> **Instructions to follow**: Find the lines below in which the string "ratios" occurs. Copy each one.

> **The data**:

= Beginning of Section =

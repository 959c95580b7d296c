"""Tests of partpick.model.dissipation: closed forms against numerical integration."""

import numpy as np
import pytest
from scipy.integrate import quad
from scipy.optimize import minimize_scalar

from partpick.model import dissipation as ds

PHASES_DEG = np.arange(-80.0, 81.0, 10.0)
RAILS_V = [12.0, 25.0, 40.0]
LOADS_OHM = [2.0, 4.0, 8.0]


def numerical_dissipation_w(vs: float, vp: float, z: float, phi: float) -> float:
    """Independent route: (Vs - v) * i averaged over the cycle, NPN conducting while i > 0.

    With i = Ip sin(t - phi) the NPN conducts for t in (phi, phi + pi).
    """
    ip = vp / z

    def p_inst(t: float) -> float:
        return (vs - vp * np.sin(t)) * ip * np.sin(t - phi)

    return quad(p_inst, phi, phi + np.pi)[0] / (2.0 * np.pi)


@pytest.mark.parametrize("phase_deg", PHASES_DEG)
def test_closed_form_matches_quad(phase_deg):
    phi = np.radians(phase_deg)
    for vs in RAILS_V:
        for z in LOADS_OHM:
            for vp in (0.3 * vs, float(ds.worst_case_vpeak_v(vs, phi)), vs):
                expected = numerical_dissipation_w(vs, vp, z, phi)
                assert ds.device_dissipation_w(vs, vp, z, phi) == pytest.approx(expected,
                                                                              rel=1e-9)


@pytest.mark.parametrize("phase_deg", [-80.0, -60.0, -30.0, 0.0, 20.0, 45.0, 55.0, 70.0, 80.0])
@pytest.mark.parametrize("vs", [12.0, 40.0])
def test_worst_case_matches_numerical_maximum(phase_deg, vs):
    # independent route: maximise the quad integral over Vp in [0, Vs]; the clamp is
    # active for |phi| > arccos(2 / pi) = 50.5 deg
    phi, z = np.radians(phase_deg), 4.0
    res = minimize_scalar(lambda vp: -numerical_dissipation_w(vs, vp, z, phi),
                          bounds=(0.0, vs), method="bounded", options={"xatol": 1e-9})
    assert ds.worst_case_device_dissipation_w(vs, z, phi) == pytest.approx(-res.fun, rel=1e-7)
    clamped = abs(phase_deg) > np.degrees(np.arccos(2.0 / np.pi))
    assert (ds.worst_case_vpeak_v(vs, phi) == vs) == clamped


def test_sedra_smith_total_max_dissipation():
    # Sedra & Smith, Microelectronic Circuits, class B output stage example (from
    # memory): Vcc = 23 V, R = 8 ohm gives P_D,max = 13.4 W for both devices.
    assert 2.0 * ds.worst_case_device_dissipation_w(23.0, 8.0, 0.0) == pytest.approx(13.4,
                                                                                    abs=0.05)


def test_resistive_maximum_is_vs_squared_over_pi_squared_r():
    # textbook result for phi = 0: Vp* = 2 Vs / pi, P_max = Vs^2 / (pi^2 R) per device
    assert ds.worst_case_vpeak_v(25.0, 0.0) == pytest.approx(50.0 / np.pi)
    assert ds.worst_case_device_dissipation_w(25.0, 8.0, 0.0) == pytest.approx(
        625.0 / (np.pi**2 * 8.0))


def test_both_signs_of_phase_give_the_same_worst_case():
    phi = np.radians(np.array([10.0, 40.0, 60.0, 80.0]))
    np.testing.assert_array_equal(ds.worst_case_device_dissipation_w(30.0, 4.0, phi),
                                  ds.worst_case_device_dissipation_w(30.0, 4.0, -phi))
    # and a reactive load dissipates more than a resistive one of the same |Z|
    assert np.all(ds.worst_case_device_dissipation_w(30.0, 4.0, phi)
                  > ds.worst_case_device_dissipation_w(30.0, 4.0, 0.0))


def test_quiescent_share_float_and_array():
    base = ds.worst_case_device_dissipation_w(20.0, 8.0, 0.0)
    assert ds.worst_case_device_dissipation_w(20.0, 8.0, 0.0, 0.05) == pytest.approx(base + 1.0)
    out = ds.worst_case_device_dissipation_w(np.array([20.0, 20.0]), 8.0, 0.0,
                                             np.array([0.0, 0.1]))
    np.testing.assert_allclose(out, [base, base + 2.0])


def test_device_dissipation_float_and_array():
    assert isinstance(ds.device_dissipation_w(20.0, 10.0, 8.0, 0.0), np.floating)
    # Vp = 0: nothing; Vp = Vs, phi = 0: Vs^2/R (1/pi - 1/4)
    np.testing.assert_allclose(ds.device_dissipation_w(20.0, [0.0, 20.0], 8.0, 0.0),
                               [0.0, 50.0 * (1.0 / np.pi - 0.25)])


def test_worst_case_vpeak_array_broadcast():
    rail = np.array([[10.0], [20.0]])
    phi = np.radians([0.0, 60.0, 90.0])
    vp = ds.worst_case_vpeak_v(rail, phi)
    assert vp.shape == (2, 3)
    np.testing.assert_allclose(vp[:, 0], 2.0 * rail[:, 0] / np.pi)
    np.testing.assert_allclose(vp[:, 1:], np.hstack([rail, rail]))  # clamped, incl. 90 deg
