"""Tests of partpick.model.eseries against IEC 60063, the `eseries` package and brute force."""

from __future__ import annotations

import itertools

import eseries as eseries_ref  # independent reference implementation (PyPI `eseries`)
import numpy as np
import pytest

from partpick.model import eseries
from partpick.model.eseries import (
    SERIES,
    best_ratio_pair,
    format_value,
    nearest_value,
    next_down,
    next_up,
    parse_value,
    series_mantissas,
    series_values,
)

# IEC 60063:2015, table 1 (E3 to E24, two significant figures).
IEC_60063_E3 = [1.0, 2.2, 4.7]
IEC_60063_E6 = [1.0, 1.5, 2.2, 3.3, 4.7, 6.8]
IEC_60063_E12 = [1.0, 1.2, 1.5, 1.8, 2.2, 2.7, 3.3, 3.9, 4.7, 5.6, 6.8, 8.2]
IEC_60063_E24 = [
    1.0, 1.1, 1.2, 1.3, 1.5, 1.6, 1.8, 2.0, 2.2, 2.4, 2.7, 3.0,
    3.3, 3.6, 3.9, 4.3, 4.7, 5.1, 5.6, 6.2, 6.8, 7.5, 8.2, 9.1,
]  # fmt: skip

# IEC 60063:2015, table 2 (E48 to E192, three significant figures): spot values.
IEC_60063_E48_SPOT = [1.00, 1.05, 1.10, 1.21, 2.15, 3.16, 4.64, 6.81, 9.53]
IEC_60063_E96_SPOT = [1.00, 1.02, 1.05, 1.07, 1.10, 2.49, 4.99, 7.50, 9.09, 9.31, 9.53, 9.76]
IEC_60063_E192_SPOT = [1.00, 1.01, 1.02, 1.04, 4.70, 9.09, 9.20, 9.31, 9.88]

REFERENCE_KEYS = {
    "E3": eseries_ref.E3,
    "E6": eseries_ref.E6,
    "E12": eseries_ref.E12,
    "E24": eseries_ref.E24,
    "E48": eseries_ref.E48,
    "E96": eseries_ref.E96,
    "E192": eseries_ref.E192,
}
SIZES = {"E3": 3, "E6": 6, "E12": 12, "E24": 24, "E48": 48, "E96": 96, "E192": 192}


@pytest.mark.parametrize(
    ("name", "table"),
    [("E3", IEC_60063_E3), ("E6", IEC_60063_E6), ("E12", IEC_60063_E12), ("E24", IEC_60063_E24)],
)
def test_two_figure_series_match_iec_60063(name: str, table: list[float]) -> None:
    assert series_mantissas(name).tolist() == table


@pytest.mark.parametrize(
    ("name", "spots"),
    [("E48", IEC_60063_E48_SPOT), ("E96", IEC_60063_E96_SPOT), ("E192", IEC_60063_E192_SPOT)],
)
def test_three_figure_series_spot_values_iec_60063(name: str, spots: list[float]) -> None:
    mantissas = series_mantissas(name).tolist()
    assert len(mantissas) == SIZES[name]
    for value in spots:
        assert value in mantissas


def test_e96_ends_at_976_and_e192_has_920_not_919() -> None:
    # IEC 60063:2015, table 2: E96 last value 9.76; E192 lists 9.20 where the
    # geometric series rounds to 9.19.
    assert series_mantissas("E96")[-1] == 9.76
    e192 = series_mantissas("E192").tolist()
    assert 9.20 in e192 and 9.19 not in e192
    assert 9.20 not in series_mantissas("E96").tolist()


@pytest.mark.parametrize("name", SERIES)
def test_every_series_matches_the_eseries_package(name: str) -> None:
    ref = np.array(eseries_ref.series(REFERENCE_KEYS[name]), dtype=float)
    scale = 10.0 if ref.max() < 100 else 100.0
    np.testing.assert_allclose(series_mantissas(name), ref / scale, rtol=0, atol=1e-12)
    assert series_mantissas(name).size == SIZES[name]


@pytest.mark.parametrize("name", ["E48", "E96", "E192"])
def test_three_figure_series_follow_the_geometric_formula(name: str) -> None:
    # IEC 60063: E48..E192 are 10**(i/n) rounded to three figures, with the one
    # listed exception 9.20 in E192.
    n = SIZES[name]
    formula = np.round(10.0 ** (np.arange(n) / n), 2)
    formula[np.isclose(formula, 9.19)] = 9.20
    np.testing.assert_allclose(series_mantissas(name), formula, atol=1e-12)


def test_historical_e24_values_are_not_the_geometric_series() -> None:
    # IEC 60063: E24 keeps 2.7, 3.0, 3.3, ... 8.2, 9.1 although 10**(i/24) rounds
    # to 2.6, 2.9, 3.2, ... 8.3, 9.1.
    formula = np.round(10.0 ** (np.arange(24) / 24), 1)
    differs = series_mantissas("E24") != formula
    assert series_mantissas("E24")[differs].tolist() == [2.7, 3.0, 3.3, 3.6, 3.9, 4.3, 4.7, 8.2]


def test_unknown_series_raises() -> None:
    with pytest.raises(ValueError, match="E7"):
        series_mantissas("E7")
    with pytest.raises(ValueError):
        series_values("e24", 1.0, 10.0)


def test_series_values_across_decades_are_exact_floats() -> None:
    values = series_values("E12", 0.1, 1.0)
    assert values.tolist() == [0.1, 0.12, 0.15, 0.18, 0.22, 0.27, 0.33, 0.39, 0.47, 0.56,
                               0.68, 0.82, 1.0]  # fmt: skip
    assert 0.22 in values.tolist()  # exactly the float 0.22
    assert series_values("E6", 1e-9, 1e-8).tolist()[:3] == [1e-9, 1.5e-9, 2.2e-9]
    assert series_values("E24", 9.1e3, 1.1e4).tolist() == [9100.0, 10000.0, 11000.0]


def test_series_values_counts_and_inclusive_bounds() -> None:
    assert series_values("E96", 1e3, 1e4).size == 97  # 96 per decade plus the 10k end
    # bounds within 1e-9 relative are inclusive despite float noise
    assert series_values("E24", 0.22 * (1 + 1e-12), 0.22 * (1 - 1e-12)).tolist() == [0.22]
    assert series_values("E3", 5.0, 9.0).size == 0
    with pytest.raises(ValueError):
        series_values("E12", 0.0, 1.0)
    with pytest.raises(ValueError):
        series_values("E12", 10.0, 1.0)


def test_next_up_down_hand_values() -> None:
    # IEC 60063 E12: ... 3.9, 4.7, 5.6 ...
    assert next_up(4800.0, "E12") == 5600.0
    assert next_down(4800.0, "E12") == 4700.0
    assert next_up(9.2e3, "E24") == 10e3  # crosses the decade
    assert next_down(1.05e-6, "E6") == 1e-6
    # values already in the series return themselves
    assert next_up(0.22, "E12") == 0.22
    assert next_down(0.22, "E12") == 0.22
    assert next_up(0.1 + 0.12, "E12") == 0.22  # 0.22000000000000003
    assert next_down(3 * 0.1, "E24") == 0.3  # 0.30000000000000004


def test_next_up_down_arrays_and_bounds() -> None:
    x = np.array([[994.7e-6, 1.0e-3], [1.2e-7, 5e-9]])
    up = next_up(x, "E6")
    assert up.shape == (2, 2)
    np.testing.assert_array_equal(up, [[1.0e-3, 1.0e-3], [1.5e-7, 6.8e-9]])
    down = next_down(np.array([0.05, 1e5]), "E3")
    np.testing.assert_array_equal(down, [0.047, 1e5])
    # bounded: nothing above 2200 uF in a family that stops at 2200 uF
    bounded = next_up(np.array([1000e-6, 2500e-6]), "E6", 1e-6, 2200e-6)
    assert bounded[0] == pytest.approx(1000e-6) and np.isnan(bounded[1])
    assert np.isnan(next_down(0.5, "E12", 1.0, 10.0))
    assert np.isnan(next_up(-1.0, "E12"))
    # one-sided bounds, target far outside them
    assert next_up(5.0, "E12", lo=100.0) == 100.0
    assert next_down(1e6, "E12", hi=1e3) == 1e3
    assert nearest_value(1e-3, "E24", lo=10.0) == 10.0
    assert np.isnan(next_up(1e6, "E12", hi=1e3))


def test_next_up_down_agree_with_eseries_package() -> None:
    # eseries.find_greater_than_or_equal / find_less_than_or_equal are an
    # independent implementation of the same look-up.
    rng = np.random.default_rng(1)
    x = 10.0 ** rng.uniform(-2, 6, 200)
    for name in ("E12", "E24", "E96"):
        key = REFERENCE_KEYS[name]
        up_ref = [eseries_ref.find_greater_than_or_equal(key, v) for v in x]
        down_ref = [eseries_ref.find_less_than_or_equal(key, v) for v in x]
        np.testing.assert_allclose(next_up(x, name), up_ref, rtol=1e-12)
        np.testing.assert_allclose(next_down(x, name), down_ref, rtol=1e-12)


def test_nearest_value() -> None:
    # |ln(5.0/4.7)| = 0.062 < |ln(5.6/5.0)| = 0.113
    assert nearest_value(5000.0, "E12") == 4700.0
    assert nearest_value(22e3, "E24") == 22e3
    assert nearest_value(21.9e3, "E96") == 22.1e3
    np.testing.assert_array_equal(
        nearest_value(np.array([1.04, 9.6, 0.23]), "E12"), [1.0, 10.0, 0.22]
    )
    # bounded: the nearest allowed value
    assert nearest_value(25e3, "E24", 10e3, 22e3) == 22e3
    assert nearest_value(3.0, "E24", 10.0, 100.0) == 10.0
    assert np.isnan(nearest_value(0.0, "E24"))


def test_nearest_value_brute_force() -> None:
    rng = np.random.default_rng(2)
    x = 10.0 ** rng.uniform(0, 3, 300)
    grid = series_values("E24", 0.1, 1e4)
    brute = grid[np.argmin(np.abs(np.log(grid[None, :] / x[:, None])), axis=1)]
    np.testing.assert_array_equal(nearest_value(x, "E24"), brute)


def test_best_ratio_pair_hand_values() -> None:
    # G - 1 = 10 and 22 are exact E24 ratios; lowest Rg wins the tie.
    a, b, r, e = best_ratio_pair(10.0, "E24", 1e3, 10e3)
    assert (a, b, r, e) == (10e3, 1e3, 10.0, 0.0)
    a, b, r, e = best_ratio_pair(22.0, "E12", 1e3, 10e3)
    assert (a, b) == (22e3, 1e3) and e == 0.0
    # ratio 1: a = b, lowest b
    a, b, r, e = best_ratio_pair(1.0, "E96", 1e3, 10e3)
    assert (a, b) == (1e3, 1e3)


def _brute_pair(ratio: float, name: str, lo_b: float, hi_b: float, lo_a: float, hi_a: float):
    b_values = series_values(name, lo_b, hi_b)
    a_values = series_values(name, lo_a, hi_a)
    best = None
    for b, a in itertools.product(b_values, a_values):  # b outer, a inner: ascending order
        err = abs(a / b - ratio) / ratio
        if best is None or err < best[0] * (1 - 1e-9) - 1e-15:
            best = (err, a, b)
    return best


@pytest.mark.parametrize("name", ["E6", "E12", "E24"])
def test_best_ratio_pair_brute_force(name: str) -> None:
    rng = np.random.default_rng(3)
    ratios = np.concatenate([rng.uniform(0.5, 40.0, 25), [1.0, 2.0, 4.7, 19.0]])
    a, b, r, e = best_ratio_pair(ratios, name, 1e3, 10e3, 100.0, 1e6)
    for i, ratio in enumerate(ratios):
        err, a_ref, b_ref = _brute_pair(ratio, name, 1e3, 10e3, 100.0, 1e6)
        assert abs(e[i]) == pytest.approx(err, rel=1e-9, abs=1e-15)
        assert (a[i], b[i]) == (a_ref, b_ref)
        assert r[i] == pytest.approx(a[i] / b[i], rel=1e-15)


def test_best_ratio_pair_unbounded_a_equals_wide_bounded_a() -> None:
    ratios = np.array([0.33, 3.7, 19.0, 46.0])
    bounded = best_ratio_pair(ratios, "E96", 1e3, 10e3, 1.0, 1e7)
    unbounded = best_ratio_pair(ratios, "E96", 1e3, 10e3)
    for x, y in zip(bounded, unbounded):
        np.testing.assert_array_equal(x, y)


def test_best_ratio_pair_shapes_and_invalid() -> None:
    a, b, r, e = best_ratio_pair(np.array([[2.0, 3.0]]), "E12", 1e3, 10e3)
    assert a.shape == b.shape == r.shape == e.shape == (1, 2)
    a, b, r, e = best_ratio_pair(np.array([0.0, 2.0]), "E12", 1e3, 10e3)
    assert np.isnan(a[0]) and np.isnan(e[0]) and not np.isnan(a[1])
    # numerator range forces a worse ratio: 19 with Rf <= 10k, Rg >= 1k -> 10k/1k
    a, b, r, e = best_ratio_pair(19.0, "E24", 1e3, 10e3, 1e3, 10e3)
    assert (a, b) == (10e3, 1e3) and e == pytest.approx(10 / 19 - 1)


@pytest.mark.parametrize(
    ("value", "text"),
    [
        (0.22, "0.22"),
        (4700.0, "4.7k"),
        (22100.0, "22.1k"),
        (1e-7, "100n"),
        (2.2e-6, "2.2u"),
        (1e6, "1M"),
        (1.0, "1"),
        (10.0, "10"),
        (0.1, "0.1"),
        (0.047, "47m"),
        (470e-12, "470p"),
        (999.7, "1k"),  # 3 significant figures
        (12345.0, "12.3k"),
        (0.0, "0"),
    ],
)
def test_format_value(value: float, text: str) -> None:
    assert format_value(value) == text


def test_format_value_unit_and_array() -> None:
    assert format_value(100e-6, "F") == "100uF"
    out = format_value(np.array([0.33, 1e3]), "ohm")
    assert out.tolist() == ["0.33ohm", "1kohm"]


@pytest.mark.parametrize("name", ["E24", "E192"])
def test_format_parse_round_trip_over_series(name: str) -> None:
    values = series_values(name, 1e-12, 1e8)
    texts = format_value(values)
    back = np.array([parse_value(t) for t in texts])
    np.testing.assert_array_equal(back, values)  # exact: both are the decimal's float


@pytest.mark.parametrize(
    ("text", "value"),
    [
        ("4.7k", 4700.0),
        ("100n", 1e-7),
        ("1000u", 1e-3),
        ("4k7", 4700.0),  # IEC 60062 letter code
        ("0R22", 0.22),
        ("R47", 0.47),
        ("2u2", 2.2e-6),
        ("47R", 47.0),
        ("1M", 1e6),
        ("1m", 1e-3),
        ("2.2e3", 2200.0),
        (" 22 ", 22.0),
        ("100nF", 1e-7),
    ],
)
def test_parse_value(text: str, value: float) -> None:
    unit = "F" if text.endswith("F") else ""
    assert parse_value(text, unit) == value


@pytest.mark.parametrize("text", ["", "k", "4k7k", "4.7k7", "abc", "1x", "4..7"])
def test_parse_value_rejects(text: str) -> None:
    with pytest.raises(ValueError):
        parse_value(text)


def test_rel_tol_is_tight() -> None:
    # a value 1e-6 away from a series value is not "in the series"
    assert next_up(4700.0 * (1 + 1e-6), "E12") == 5600.0
    assert eseries.REL_TOL == 1e-9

= End of Section =

> **Finished exercise**:
    # G - 1 = 10 and 22 are exact E24 ratios; lowest Rg wins the tie.
    ratios = np.concatenate([rng.uniform(0.5, 40.0, 25), [1.0, 2.0, 4.7, 19.0]])
    a, b, r, e = best_ratio_pair(ratios, name, 1e3, 10e3, 100.0, 1e6)
    for i, ratio in enumerate(ratios):
    ratios = np.array([0.33, 3.7, 19.0, 46.0])
    bounded = best_ratio_pair(ratios, "E96", 1e3, 10e3, 1.0, 1e7)
    unbounded = best_ratio_pair(ratios, "E96", 1e3, 10e3)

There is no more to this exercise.